Olympia ALBERTI

1 bis, rue Abou-Nawas



Le voyage est élan vers l’ailleurs. Regards et doigts émus y effleurent la paroi irisée où se laissent entrevoir d’autres chemins, d’autres destinées. Le voyage est cet espoir de ce qui s’entrouvre d’à la fois parfumé et indicible, là où on n’attendait pas, là où on ne connaissait pas.

Le titre du recueil de nouvelles d’Olympia Alberti est pourtant une adresse avec toute la force d’un ancrage dans l’unique qui revient et le poétique : « 1 bis, rue Abou-Nawas ». Et sans doute la demeure est-elle l’acmé de ce que l’on rêve et que l’on désire dans le voyage, le miracle d’être et de rester ailleurs, à l’affût de ces bribes, poignantes comme l’émotion qui noue les gorges un jour à l’aéroport de Carthage, légères comme la brume qui enveloppe les rues de La Marsa un matin de printemps. Car ce recueil est fait de bribes, aussi lumineuses que fragiles, un éclair vers l’ombre qui s’attarde sur un visage ou le discret chuchotement de qui pense en regardant la vie.

Délicate attention à ce qui sommeille dans le souffle des autres, ces nouvelles revisitent une Tunisie intime et combien aimée. Par petites touches, Olympia Alberti ressuscite un temps et des êtres. Un paysage s’éclaire, se peuple de ces vies tunisiennes croisées, rencontrées autrefois et aussi de ce que l’auteur y glisse de rires et de jeux d’enfants, venus résonner près de la table de l’écrivain.

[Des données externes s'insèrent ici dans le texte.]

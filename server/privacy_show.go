package server

import (
	"net/http"
	"time"

	"github.com/labstack/echo/v4"

	"tripwell/store"
)

// privacyPage tells a person what is kept about them and for how long.
type privacyPage struct {
	Frame
	Heading, Lead string
	Facts         []fact
	SignIns       []string
	Kept          []keptShown
	Others        []link // whom the reader may remove
}

// keptShown is one kind of thing that is kept about people.
type keptShown struct{ What, Where, Long string }

// keptKinds are the rows of the table, by their words; README lists the same.
var keptKinds = []string{"directory", "book", "sign_ins", "sessions", "links", "secret", "phones", "calendar", "digest", "exports", "photos", "log"}

// aboutPerson is what the directory and the office log hold of one person, as they take it along.
type aboutPerson struct {
	ID       string       `json:"id"`
	Name     string       `json:"name"`
	Role     string       `json:"role"`
	AllSites bool         `json:"all_sites"`
	Sites    []string     `json:"sites"`
	Active   bool         `json:"active"`
	Contact  string       `json:"contact"`
	Password *time.Time   `json:"password_set"`
	Second   *time.Time   `json:"second_step_since"`
	Calendar *time.Time   `json:"calendar_since"`
	Digest   *aboutDigest `json:"digest"`
	Sessions []aboutEntry `json:"sessions"`
	Phones   []aboutPhone `json:"phones"`
	SignIns  []time.Time  `json:"last_sign_ins"`
}

type aboutDigest struct {
	Every string    `json:"every"`
	To    string    `json:"to"`
	Sent  time.Time `json:"sent"`
}

type aboutEntry struct {
	Began   time.Time `json:"began"`
	Used    time.Time `json:"used"`
	How     string    `json:"how"`
	Browser string    `json:"browser"`
	Address string    `json:"address"`
}

type aboutPhone struct {
	Installation string    `json:"installation"`
	Since        time.Time `json:"since"`
	Heard        time.Time `json:"heard"`
}

func (s *Server) privacyShow(c echo.Context) error {
	about, err := s.about(c)
	if err != nil {
		return err
	}
	k := s.ink()
	view := privacyPage{Frame: s.frame(c, k.say("privacy.title"), "me"), Heading: k.say("privacy.title"), Lead: k.say("privacy.lead"), Facts: s.aboutFacts(c, about)}
	for _, t := range about.SignIns {
		view.SignIns = append(view.SignIns, k.at(t, s.store.Now().Location()))
	}
	for _, kind := range keptKinds {
		view.Kept = append(view.Kept, keptShown{k.say("privacy." + kind + ".what"), k.say("privacy." + kind + ".where"), k.say("privacy." + kind + ".long")})
	}
	if view.Others, err = s.removable(c); err != nil {
		return err
	}
	return s.page(c, http.StatusOK, "privacy.html", view)
}

// removable lists everybody but the reader, for a manager of all sites.
func (s *Server) removable(c echo.Context) (out []link, err error) {
	me := person(c)
	if me.Role != "manager" || !me.All {
		return nil, nil
	}
	people, err := s.store.People()
	for _, p := range people {
		if p.ID != me.ID {
			out = append(out, link{Href: "/people/" + p.ID + "/remove", Text: p.Name})
		}
	}
	return out, err
}

// privacyTake gives the same as a file of JSON.
func (s *Server) privacyTake(c echo.Context) error {
	about, err := s.about(c)
	if err != nil {
		return err
	}
	c.Response().Header().Set("Content-Disposition", `attachment; filename="kept-about-me.json"`)
	return s.sendJSON(c, http.StatusOK, about)
}

func (s *Server) about(c echo.Context) (a aboutPerson, err error) {
	p := person(c)
	a = aboutPerson{ID: p.ID, Name: p.Name, Role: p.Role, AllSites: p.All, Sites: []string{}, Active: p.Active, Contact: p.Contact, Sessions: []aboutEntry{}, Phones: []aboutPhone{}}
	secret, err := s.store.Secret(p.ID)
	if err != nil {
		return a, err
	}
	a.Password, a.Second = timeIf(secret.PasswordSet, secret.Password), timeIf(secret.SecondSince, secret.Second)
	since, has, err := s.store.FeedSince(p.ID)
	if err != nil {
		return a, err
	}
	a.Calendar = timeIf(since, has)
	digest, has, err := s.store.Digest(p.ID)
	if err != nil {
		return a, err
	}
	if has && digest.Every != "" {
		a.Digest = &aboutDigest{digest.Every, digest.To, digest.Sent}
	}
	if err := s.aboutDevices(&a); err != nil {
		return a, err
	}
	return a, s.store.View(scope(c), func(v *store.View) error {
		sites, err := v.Sites()
		if err != nil {
			return err
		}
		for _, site := range sites {
			a.Sites = append(a.Sites, site.Code)
		}
		a.SignIns, err = v.SignIns(p.ID)
		return err
	})
}

// aboutDevices adds where the person is signed in and what sends for them.
func (s *Server) aboutDevices(a *aboutPerson) error {
	sessions, err := s.store.Sessions(a.ID, "")
	if err != nil {
		return err
	}
	for _, one := range sessions {
		a.Sessions = append(a.Sessions, aboutEntry{one.Began, one.Used, one.How, one.Agent, one.Address})
	}
	phones, err := s.store.Phones(a.ID)
	for _, one := range phones {
		a.Phones = append(a.Phones, aboutPhone{one.Installation, one.Since, one.Heard})
	}
	return err
}

func timeIf(t time.Time, has bool) *time.Time {
	if !has {
		return nil
	}
	return &t
}

func (s *Server) aboutFacts(c echo.Context, a aboutPerson) []fact {
	k, zone := s.ink(), s.store.Now().Location()
	since := func(t *time.Time) string {
		if t == nil {
			return k.say("privacy.none")
		}
		return k.say("privacy.since", "time", k.at(*t, zone))
	}
	contact, digest := a.Contact, k.say("privacy.none")
	if contact == "" {
		contact = k.say("privacy.none")
	}
	if a.Digest != nil {
		digest = k.say("privacy.digest_to", "to", a.Digest.To)
	}
	sites, err := s.sitesOf(c)
	named := s.siteNames(person(c), sites)
	if err != nil || named == "" {
		named = k.say("privacy.none")
	}
	return []fact{
		{Name: k.say("privacy.name"), Value: a.Name}, {Name: k.say("privacy.contact"), Value: contact},
		{Name: k.say("privacy.role"), Value: k.named("office.role", a.Role)}, {Name: k.say("privacy.sites"), Value: named},
		{Name: k.say("privacy.id"), Value: a.ID, Mono: true},
		{Name: k.say("privacy.password"), Value: since(a.Password)}, {Name: k.say("privacy.second"), Value: since(a.Second)},
		{Name: k.say("privacy.calendar_own"), Value: since(a.Calendar)}, {Name: k.say("privacy.digest_own"), Value: digest},
		{Name: k.say("privacy.signed_in"), Value: k.say("privacy.places", "n", len(a.Sessions))}, {Name: k.say("privacy.phones_own"), Value: k.say("privacy.phones_n", "n", len(a.Phones))},
	}
}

Ce livre est aussi présence à l’écriture qui advient. Si l’auteur entrecroise ici les fils d’une mémoire émue, elle y tisse aussi ceux d’une méditation sur la genèse de l’écrit, le mystère du travail sur les mots. Ainsi cette magnifique « Fenêtre jamais fermée ». Olympia Alberti y évoque bien une fenêtre qui fut la sienne à La Marsa mais elle en fait un hymne à l’écriture. La fenêtre miraculeusement située rue Abou-Nawas devient le lieu de toutes les épiphanies : « ma fenêtre a retenu dans sa nasse de pêcheuse des papillons, des moustiques, des oiseaux dont le nid pépiant gîtait près de la lampe du grand auvent, les feuilles blanches ou jaunes, les feuilles vierges ou chargées de mots… »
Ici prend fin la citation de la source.